Nach dem Rücktritt des Vorsitzenden, Jeff Session, übertrug er Matthew Whitaker, Chef des Kabinetts der Sitzungen, die Exekutive, und Whitaker kündigte an, dass er Müllers Arbeit im Gegensatz zu Session nicht ausschließen würde. Bei den Präsidentschaftswahlen 2016 prüft das Sondergremium mögliche Zusammenstöße zwischen Mitarbeitern des Trump-Kampagnenteams und Russen. Trump sagte auch, dass seine Anwälte die Fragen des Müllerkomitees schriftlich beantwortet haben und demnächst an das Komitee weitergeleitet würden.

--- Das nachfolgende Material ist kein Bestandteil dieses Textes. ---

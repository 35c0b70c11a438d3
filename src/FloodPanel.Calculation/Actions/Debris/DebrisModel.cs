using FloodPanel.Calculation.ProjectTree;

namespace FloodPanel.Calculation.Actions.Debris;

/// <summary>Floating debris at one opening, resolved to forces. Heights from the sill.</summary>
public sealed class DebrisModel
{
    private readonly double retainedDepth;
    private readonly DebrisResponse[] responses;
    private readonly double[] spans;
    private readonly double[] forces;

    private DebrisModel(
        DebrisInput input, IReadOnlyList<Member> logs, double unitWeight, double retainedDepth, double height, double[] spans)
    {
        (Input, this.retainedDepth, this.spans) = (input, retainedDepth, spans);
        responses = [.. logs.Select(log => new DebrisResponse(input, log, unitWeight / Physics.Gravity))];
        StrikeHeight = Math.Max(0, Math.Min(retainedDepth, height));
        forces = [.. spans.Select(ForceOn)];
        for (var bay = 1; bay < forces.Length; bay++)
        {
            GreatestBay = forces[bay] > forces[GreatestBay] ? bay : GreatestBay;
        }
    }

    /// <summary>The debris as entered.</summary>
    public DebrisInput Input { get; }

    /// <summary>True when the sill stays dry in the design flood: then nothing is struck.</summary>
    public bool IsDry => !(retainedDepth > 0);

    /// <summary>Height at which posts and guides take the impact: still water, or the top of a lower barrier [m].</summary>
    public double StrikeHeight { get; }

    /// <summary>The bay with the greatest force, from 0.</summary>
    public int GreatestBay { get; }

    /// <summary>Resolves debris.</summary>
    /// <param name="input">The debris, or null.</param>
    /// <param name="logs">One of each kind of log; the greatest response counts for all.</param>
    /// <param name="unitWeight">γ, unit weight of water [N/m³].</param>
    /// <param name="retainedDepth">h, still-water depth above the sill [m]; nothing strikes unless it is above zero.</param>
    /// <param name="height">H, vertical height of the barrier [m].</param>
    /// <param name="spans">L, effective span of each bay [m].</param>
    /// <returns>The debris; null when there is none.</returns>
    public static DebrisModel? Of(
        DebrisInput? input, IReadOnlyList<Member> logs, double unitWeight, double retainedDepth, double height, double[] spans) =>
        input is null ? null : new(input, logs, unitWeight, retainedDepth, height, spans);

    /// <summary>Share of the force that falls on one log: its height over the height of the patch, at most 1 [-].</summary>
    /// <param name="logHeight">t, height of the log [m], > 0.</param>
    public static double Share(double logHeight) => Math.Min(1, logHeight / DebrisImpact.PatchHeight);

    /// <summary>F, unfactored force on a log of a bay [N]; it differs where the response follows from the span.</summary>
    /// <param name="bay">Bay from 0.</param>
    public double Force(int bay) => forces[bay];

    /// <summary>True where an object that floats at the water line can strike a log.</summary>
    /// <param name="logBottom">Height of the lower edge of the log [m].</param>
    public bool Strikes(double logBottom) => !IsDry && logBottom < retainedDepth + DebrisImpact.PatchHeight / 2;

    /// <summary>How the force on a log of a bay came about.</summary>
    /// <param name="bay">Bay from 0.</param>
    public Working Working(int bay)
    {
        var factors = Input.Coefficients;
        var steps = new StepList(DebrisResponse.MostSteps + 9);
        steps.Given("Δt", Input.StoppingTime, Dimension.Time);
        var response = Governing(spans[bay]);
        response.Write(steps, spans[bay]);
        steps.Given("C_I", factors.Importance, Dimension.Ratio);
        steps.Given("C_O", factors.Orientation, Dimension.Ratio);
        steps.Given("C_D", factors.Depth, Dimension.Ratio);
        steps.Given("C_B", factors.Blockage, Dimension.Ratio);
        steps.Add("C", "C_I·C_O·C_D·C_B·R_max", Product(spans[bay]), Dimension.Ratio);
        steps.Given("m", Input.Mass, Dimension.Mass);
        steps.Given("V", Input.Velocity, Dimension.Velocity);
        steps.Add("F", "π·m·V·C/(2·Δt)", Impact(spans[bay]), Dimension.Force);
        var source = response.Source is { } derived ? $"{DebrisImpact.Source}; {derived}" : DebrisImpact.Source;
        return new("Force of debris", source, steps.Done());
    }

    private double ForceOn(double span) => IsDry ? 0 : Impact(span);

    private double Product(double span) => DebrisImpact.WithoutResponse(Input.Coefficients) * Governing(span).Of(span);

    private DebrisResponse Governing(double span) => responses.MaxBy(response => response.Of(span))!;

    private double Impact(double span) =>
        DebrisImpact.Force(Input.Mass, Input.Velocity, Input.StoppingTime, Product(span));
}
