using Microsoft.Extensions.DependencyInjection;
using Microsoft.Extensions.DependencyInjection.Extensions;

namespace FloodPanel.Storage;

/// <summary>Adds the store to a program's services.</summary>
public static class StoreRegistration
{
    /// <summary>Adds <see cref="ProjectStore"/>. Call <see cref="StoreSetup.Open"/> before the first use.</summary>
    /// <param name="services">The services.</param>
    /// <param name="folder">The data folder, see <see cref="DataFolder.Resolve"/>.</param>
    public static IServiceCollection AddFloodPanelStorage(this IServiceCollection services, string folder)
    {
        services.AddDbContextFactory<FloodPanelDb>(options => StoreSetup.Configure(options, folder));
        services.TryAddSingleton(TimeProvider.System);
        return services.AddSingleton<ProjectStore>();
    }
}
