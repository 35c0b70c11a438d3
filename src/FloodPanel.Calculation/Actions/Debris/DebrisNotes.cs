namespace FloodPanel.Calculation.Actions.Debris;

/// <summary>What the reader of a debris load must know.</summary>
public static class DebrisNotes
{
    /// <summary>Notes on the debris of an opening; none where the sill stays dry, which has a note of its own.</summary>
    /// <param name="debris">The debris, resolved.</param>
    public static IEnumerable<Note> Of(DebrisModel debris)
    {
        if (debris.IsDry)
        {
            yield break;
        }

        var factors = debris.Input.Coefficients;
        (string Name, double Value)[] entered =
        [
            ("velocity", debris.Input.Velocity),
            ("importance", factors.Importance),
            ("orientation", factors.Orientation),
            ("depth coefficient", factors.Depth),
            ("screening", factors.Blockage),
            ("response", factors.Response ?? 1),
        ];
        var zero = string.Join(" and ", entered.Where(e => e.Value == 0).Select(e => e.Name));
        if (zero.Length > 0)
        {
            yield return new("debris-without-effect", new(
                $"With {zero} at 0, debris puts no force on the barrier: the debris case holds water only. Check that this is meant."));
        }
    }
}
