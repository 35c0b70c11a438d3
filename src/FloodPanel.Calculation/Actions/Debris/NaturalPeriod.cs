namespace FloodPanel.Calculation.Actions.Debris;

/// <summary>First natural period of a log, dry and with the water that it must move.</summary>
public static class NaturalPeriod
{
    /// <summary>Source of the formulas, as printed.</summary>
    public const string Source = "First mode of a simply supported beam; added mass of a plate in still water, Blevins, Formulas for Natural Frequency and Mode Shape (from memory)";

    /// <summary>T = 2·L²/π·√(m/(E·I)), first natural period of a simply supported beam [s].</summary>
    /// <param name="lineMass">m, mass per length [kg/m], > 0.</param>
    /// <param name="stiffness">E·I [N·m²], > 0.</param>
    /// <param name="span">L, effective span [m], > 0.</param>
    /// <exception cref="ArgumentOutOfRangeException">An argument is not finite and above zero.</exception>
    /// <remarks>Limits: bending deformation only, no rotary inertia: right for slender logs.</remarks>
    public static double Of(double lineMass, double stiffness, double span)
    {
        Guard.Positive(lineMass);
        Guard.Positive(stiffness);
        Guard.Positive(span);

        return 2 * span * span / Math.PI * Math.Sqrt(lineMass / stiffness);
    }

    /// <summary>m_w = π·ρ·t²/4, water moved along with a log per length [kg/m].</summary>
    /// <param name="density">ρ, water density [kg/m³], > 0.</param>
    /// <param name="logHeight">t, height of the log [m], > 0.</param>
    /// <exception cref="ArgumentOutOfRangeException">An argument is not finite and above zero.</exception>
    /// <remarks>
    /// That of a plate with water on both sides. Here it stands on one side only, but the neighbouring logs confine it,
    /// so the whole is taken as an estimate; the response is taken dry as well, and the larger counts.
    /// </remarks>
    public static double AddedMass(double density, double logHeight)
    {
        Guard.Positive(density);
        Guard.Positive(logHeight);

        return Math.PI * density * logHeight * logHeight / 4;
    }
}
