using FloodPanel.Calculation.ProjectTree;

namespace FloodPanel.Calculation.Actions.Debris;

/// <summary>What one published method gives for the same object.</summary>
/// <param name="Method">The method.</param>
/// <param name="Force">F [N].</param>
/// <param name="Source">Where it stands, and how it is known.</param>
public sealed record DebrisEstimate(string Method, double Force, string Source);

/// <summary>How widely published methods differ for the same object: the engineer chooses with open eyes.</summary>
public static class DebrisComparison
{
    private const double Foot = 0.3048;

    /// <summary>100 lb/ft on a strip 1 ft high: special impact [N/m].</summary>
    private static readonly double SpecialImpactLoad = Units.ToSI(100, Dimension.LineForce, UnitSystem.USCustomary);

    private const string Fema = "FEMA P-55 (2011), Eq. 8.9 (secondary source)";

    /// <summary>F_i = W·V·C_D·C_B·C_Str, FEMA's form [N].</summary>
    /// <param name="mass">m, mass of the object [kg], ≥ 0; W = m·g.</param>
    /// <param name="velocity">V, velocity of the object [m/s], ≥ 0.</param>
    /// <param name="depthAndBlockage">C_D·C_B [-], ≥ 0.</param>
    /// <param name="structure">C_Str [s/ft]: 0.2 timber pile or masonry column, 0.4 concrete pile, 0.8 concrete wall.</param>
    /// <exception cref="ArgumentOutOfRangeException">An argument is negative or not finite.</exception>
    /// <remarks>Source: FEMA P-55 (2011), Eq. 8.9 (secondary source). C_Str is in s/ft: 1 s/ft is 3.281 s/m.</remarks>
    public static double FemaForce(double mass, double velocity, double depthAndBlockage, double structure)
    {
        Guard.NonNegative(mass);
        Guard.NonNegative(velocity);
        Guard.NonNegative(depthAndBlockage);
        Guard.NonNegative(structure);

        return mass * Physics.Gravity * velocity * depthAndBlockage * structure / Foot;
    }

    /// <summary>F = m·V/Δt, a mass stopped evenly [N].</summary>
    /// <param name="mass">m [kg], ≥ 0.</param>
    /// <param name="velocity">V [m/s], ≥ 0.</param>
    /// <param name="stoppingTime">Δt [s], > 0.</param>
    /// <exception cref="ArgumentOutOfRangeException">An argument is out of range or not finite.</exception>
    public static double EvenStop(double mass, double velocity, double stoppingTime)
    {
        Guard.NonNegative(mass);
        Guard.NonNegative(velocity);
        Guard.Positive(stoppingTime);

        return mass * velocity / stoppingTime;
    }

    /// <summary>V = √(g·d_s)/2, the velocity that FEMA's form takes where none is known [m/s].</summary>
    /// <param name="depth">d_s, still-water depth above ground [m], ≥ 0.</param>
    /// <exception cref="ArgumentOutOfRangeException">The depth is negative or not finite.</exception>
    /// <remarks>Source: FEMA P-55 (2011), remark to Eq. 8.9 (secondary source): half the upper bound of Eq. 8.2.</remarks>
    public static double FemaVelocity(double depth) => VelocityEstimate.Upper(depth) / 2;

    /// <summary>F = 1.46 kN/m·L, special impact over a span, on a strip 0.3 m high [N].</summary>
    /// <param name="span">L, effective span of a log [m], ≥ 0.</param>
    /// <exception cref="ArgumentOutOfRangeException">The span is negative or not finite.</exception>
    /// <remarks>
    /// Source: Colorado Flood Proofing Manual (1983), p. 49, and US ordinances after EP 1165-2-314: 100 lb/ft. It takes no
    /// object into account, and is spread: at mid-span it bends a log as half of it would in one point.
    /// </remarks>
    public static double SpecialImpact(double span)
    {
        Guard.NonNegative(span);

        return SpecialImpactLoad * span;
    }

    /// <summary>The same object by each method, with its own depth and blockage coefficients.</summary>
    /// <param name="input">The object.</param>
    /// <param name="force">F used here, on the log that feels it most [N].</param>
    /// <param name="groundDepth">d_s, still-water depth above ground [m]; null leaves out what follows from it.</param>
    /// <param name="span">L, effective span of the log [m], ≥ 0; null leaves out what follows from it.</param>
    /// <exception cref="ArgumentOutOfRangeException">An argument is out of range or not finite.</exception>
    public static IReadOnlyList<DebrisEstimate> Of(
        DebrisInput input, double force, double? groundDepth = null, double? span = null)
    {
        var (mass, velocity) = (input.Mass, input.Velocity);
        var depthAndBlockage = input.Coefficients.Depth * input.Coefficients.Blockage;
        List<DebrisEstimate> estimates =
        [
            new("Used here: half-sine impulse with the coefficients above", force, DebrisImpact.Source),
            new("The same with C_I·C_O·R_max = 1", DebrisImpact.Force(mass, velocity, input.StoppingTime, depthAndBlockage), DebrisImpact.Source),
            new("Concrete wall, C_Str 0.8 s/ft", FemaForce(mass, velocity, depthAndBlockage, 0.8), Fema),
            new("Concrete pile or frame, C_Str 0.4 s/ft", FemaForce(mass, velocity, depthAndBlockage, 0.4), Fema),
            new("Timber pile or masonry column, C_Str 0.2 s/ft", FemaForce(mass, velocity, depthAndBlockage, 0.2), Fema),
            new("Stopped evenly in 0.30 s", EvenStop(mass, velocity, 0.30), "IS 16475:2016, from its 4.5 kN for 450 kg at 3 m/s (derived)"),
            new("Stopped evenly in 0.5 s", EvenStop(mass, velocity, 0.5), "US ordinances after EP 1165-2-314"),
            new("Stopped evenly in 1 s", EvenStop(mass, velocity, 1), "Early US practice (FEMA critical-facilities guide)"),
        ];
        if (groundDepth is { } depth)
        {
            var own = FemaVelocity(Math.Max(0, depth));
            estimates.Insert(3, new("Concrete wall, at FEMA's own velocity √(g·d_s)/2", FemaForce(mass, own, depthAndBlockage, 0.8), Fema));
        }

        if (span is { } length)
        {
            estimates.Add(new("Special impact, spread over the span", SpecialImpact(length), "US ordinances after EP 1165-2-314; Colorado Flood Proofing Manual (1983), p. 49"));
        }

        return estimates;
    }
}
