using FloodPanel.Calculation.ProjectTree;

namespace FloodPanel.Benchmarks;

/// <summary>An invented opening with a stack of 12 logs, 3 bays, 2 posts, flow and water behind.</summary>
internal static class BenchmarkOpening
{
    public static Project Project { get; } = new()
    {
        Name = "Benchmark (invented)",
        Site = new() { WaterDensity = 1000, DesignStillWaterLevel = 11.6, Freeboard = 0.3 },
        Openings = [Opening()],
    };

    private static Opening Opening() => new()
    {
        Id = "gate",
        Name = "Gate",
        SillLevel = 10,
        ClearWidth = 6.2,
        ClearHeight = 3,
        ProtectedSideLevel = 10.1,
        Actions = new() { Flow = new() { Velocity = 1.2 } },
        Barrier = new()
        {
            Logs = new()
            {
                Material = new Material
                {
                    Family = MaterialFamily.Aluminium,
                    Name = "alloy",
                    Density = 2700,
                    ElasticModulus = 70e9,
                    BendingStrength = 200e6,
                    ShearStrength = 115e6,
                },
                Profile = new HollowRectangle { Height = 0.165, Depth = 0.08, Face = 0.003, Web = 0.003, Webs = 3 },
                Count = 12,
                EndBearing = 0.04,
            },
            Bays = [2.0, 2.1, 1.9],
            Posts = new()
            {
                Material = new Material
                {
                    Family = MaterialFamily.Steel,
                    Name = "steel",
                    Density = 7850,
                    ElasticModulus = 210e9,
                    BendingStrength = 275e6,
                    ShearStrength = 158e6,
                },
                Profile = new RectangularTube { Height = 0.1, Depth = 0.16, Wall = 0.008 },
                Width = 0.1,
            },
        },
    };
}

Für Fox-Reporter Chris Wallace kommentierte Donald Trump den Abzug von Jim Acostas CNN-Journalist White House und seinen Gerichtsbeschluss. Er sagte, Acosta verhalte sich “unglaublich grob” mit der Sprecherin des Weißen Hauses, Sarah Huckabee Sanders, und wenn Acosta sein Verhalten in der Zukunft nicht ändert, wird er bei der Pressekonferenz rausgeworfen oder angehalten. Das Büro des Präsidenten arbeitet an der Regulierung von Pressekonferenzen Ordnung, sagte er, megpendítette, die dann von den Kameras in den Konferenzraum ausgeschlossen werden könnten.
In einem langen Interview bestätigte er auch, dass erwartet wird, dass sein Kabinettschef John Kelly die Regierung verlässt.